Save Unmapped Reads
One of the most common activities we perform is the sequence alignment of sequenced bacterial samples against known reference genomes. The alignment process generates two types of output: mapped reads and unmapped reads. (“reads” = short DNA fragments, typically 150 bp in length). For typical bacterial sequencing runs, each sample often generates several million reads, and in most cases the sequence alignment process creates >95% mapped reads and <5% unmapped reads. Mapped reads refer to those reads from the sequenced sample that align directly to a single region (set of loci) on the reference genome. Unmapped reads refer to those reads that map nowhere on the reference genome. Sequence alignment algorithms typically dump the entire set of unmapped reads into a separate bin or file for easy downstream analysis.
Unmapped reads are often ignored or discarded without further analysis. However, there may be gold, or junk(!), in the set of unmapped reads. If you want to spend some time analyzing them more fully, here are some reasons we save unmapped reads after sequence alignment is complete.
- Species divergence. Unmapped reads may simply indicate that the sequenced species shows evolutionary divergence from the reference species. The sequenced species may contain sets of reads that are not present in the reference species. This divergence can also occur at the subspecies and strain level, which is one reason it’s important to choose subspecies or strains as reference genomes that are as closely related to the sequenced species as possible.
- Bacteriophages (prophages). Unmapped reads may indicate the presence of inserted prophage sequences in the sequenced sample. If the sample includes prophages that are not present in the reference genome, the sequence alignment algorithm will not be able to map those prophage reads to the reference, and instead dump them in the unmapped reads bin. A useful strategy is to BLAST the unmapped reads in one or several phage databases (i.e. Phaster) to see if it can identify the phage species. Prophages are common in bacteria so there’s a good chance this BLAST search will identify something in the sequenced sample. You can also BLAST unmapped reads against the NCBI nucleotide database to see if it can identify a prophage sequence. For either BLAST search you may have to run de novo assembly on the unmapped reads first, to generate longer contigs or, occasionally, fully-assembled phages, which may improve the BLAST search results.

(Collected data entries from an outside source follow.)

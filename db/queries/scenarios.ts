import { sql } from "kysely";
import type { Executor } from "../schema";


const scenarioColumns = [
  "scenarios.id",
  "scenarios.project_id as projectId",
  "scenarios.name",
  "scenarios.climate_dataset_id as climateDatasetId",
  "scenarios.input",
  "scenarios.input_version as inputVersion",
  "scenarios.revision",
  "scenarios.created_by as createdBy",
  "scenarios.updated_by as updatedBy",
  "scenarios.created_at as createdAt",
  "scenarios.updated_at as updatedAt",
  "scenarios.archived_at as archivedAt",
] as const;

export type ScenarioRow = NonNullable<Awaited<ReturnType<typeof findScenario>>>;

export async function findScenario(db: Executor, scenarioId: string) {
  return db.selectFrom("scenarios").select(scenarioColumns).where("scenarios.id", "=", scenarioId).executeTakeFirst();
}

/** Scenarios of a project (without their input documents), newest first. */
export async function listScenarioSummaries(db: Executor, projectId: string, opts: { includeArchived?: boolean } = {}) {
  let q = db
    .selectFrom("scenarios")
    .leftJoin("users", "users.id", "scenarios.updated_by")
    .leftJoin("climate_datasets", "climate_datasets.id", "scenarios.climate_dataset_id")
    .select([
      "scenarios.id",
      "scenarios.name",
      "scenarios.revision",
      "scenarios.updated_at as updatedAt",
      "scenarios.archived_at as archivedAt",
      "scenarios.climate_dataset_id as climateDatasetId",
      "climate_datasets.name as climateName",
      "users.name as updatedByName",
    ])
    .where("scenarios.project_id", "=", projectId);
  if (!opts.includeArchived) q = q.where("scenarios.archived_at", "is", null);
  return q.orderBy("scenarios.updated_at", "desc").orderBy("scenarios.id").execute();
}

export async function insertScenario(
  db: Executor,
  s: { projectId: string; name: string; climateDatasetId: string | null; input: unknown; inputVersion: number; userId: string | null },
) {
  return db
    .insertInto("scenarios")
    .values({
      project_id: s.projectId,
      name: s.name,
      climate_dataset_id: s.climateDatasetId,
      input: JSON.stringify(s.input),
      input_version: s.inputVersion,
      created_by: s.userId,
      updated_by: s.userId,
    })
    .returning(["id", "revision"])
    .executeTakeFirstOrThrow();
}

/**
 * Optimistic concurrency: the update applies only when the stored revision is still the one the editor
 * loaded, and bumps it. Returns the new revision, or undefined when someone saved in between (nothing
 * is written then).
 */
export async function updateScenarioAtRevision(
  db: Executor,
  scenarioId: string,
  expectedRevision: number,
  s: { name: string; climateDatasetId: string | null; input: unknown; inputVersion: number; userId: string | null },
) {
  return db
    .updateTable("scenarios")
    .set({
      name: s.name,
      climate_dataset_id: s.climateDatasetId,
      input: JSON.stringify(s.input),
      input_version: s.inputVersion,
      updated_by: s.userId,
      updated_at: sql`now()`,
      revision: sql`revision + 1`,
    })
    .where("id", "=", scenarioId)
    .where("revision", "=", expectedRevision)
    .where("archived_at", "is", null)
    .returning(["revision", "updated_at as updatedAt"])
    .executeTakeFirst();
}

export async function setScenarioArchived(db: Executor, scenarioId: string, archived: boolean, userId: string | null) {
  return db
    .updateTable("scenarios")
    .set({ archived_at: archived ? sql`now()` : null, updated_by: userId, updated_at: sql`now()`, revision: sql`revision + 1` })
    .where("id", "=", scenarioId)
    .returning(["revision"])
    .executeTakeFirst();
}

/** Who saved a scenario last, when, and at which revision (for a refused stale save). */
export function findScenarioLastSave(ex: Executor, scenarioId: string) {
  return ex
    .selectFrom("scenarios")
    .leftJoin("users", "users.id", "scenarios.updated_by")
    .select(["scenarios.revision", "scenarios.updated_at as updatedAt", "users.name as updatedByName"])
    .where("scenarios.id", "=", scenarioId)
    .executeTakeFirst();
}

- Plasmids. The unmapped reads may represent exogenous plasmid sequences or integrated plasmid sequences. The NextGen sequencing library prep step may include the sample bacterial genome itself and exogenous plasmid sequences, if any are present in the sample. If you run a sequence alignment algorithm of sample reads against the reference genome only, any exogenous plasmid sequences will show up in the unmapped reads bucket. If your reference genome was derived from the NCBI database, for example, it will often include both the reference bacterial genome itself and one or several associated plasmid sequences, if they exist. You can run sequence alignments of the unmapped reads against those known plasmid sequences to see if there is a match. For example, E. coli Eco889 includes the bacterial reference genome plus two named plasmids. We would recommend that you run sequence alignments against the reference and both plasmid sequences. This may eliminate many unmapped reads, if they belong to the plasmids. Another option is to search plasmid databases for sequences matching the unmapped reads.
- Incomplete reference genome. For bacterial sequence alignments we generally recommend using fully-assembled, finished and hopefully well-annotated reference genomes. Occasionally, you may have reason to run sequence alignments against partially sequenced reference genomes (i.e. contigs, scaffolds, etc.). This may generate a set of unmapped reads. The sequenced sample will include reads from the entire sample bacterial genome. Some reads in the sample will map to nothing in the reference, as the reference is incomplete and missing those complimentary reads. Depending on your project goals, this may be acceptable, in which case the unmapped reads can be ignored.
- Misassembled reference genome. In some fairly rare cases the reference genome itself may be misassembled, in which case a subset of sample reads may not align properly to the misassembled regions. Current de novo assembly algorithms, reference guided assembly algorithms and other methods (short-read/long-read hybrid assemblies, etc.) are generally quiet good for bacterial sized genomes. So it’s probably unlikely that deposited reference genomes are misassembled, but we should nevertheless keep this in mind.
- Sample contamination. We occasionally receive DNA samples with appreciable levels of contaminants. If necessary we’ll use DNA clean-up kits (i.e. Zymo Research, others) to recover high-quality contaminant-free DNA before progressing to library prep and sequencing. However, unwanted contaminant sequences may be present after sequencing is complete, usually in very low levels. These contaminant sequences may show up in the set of unmapped reads.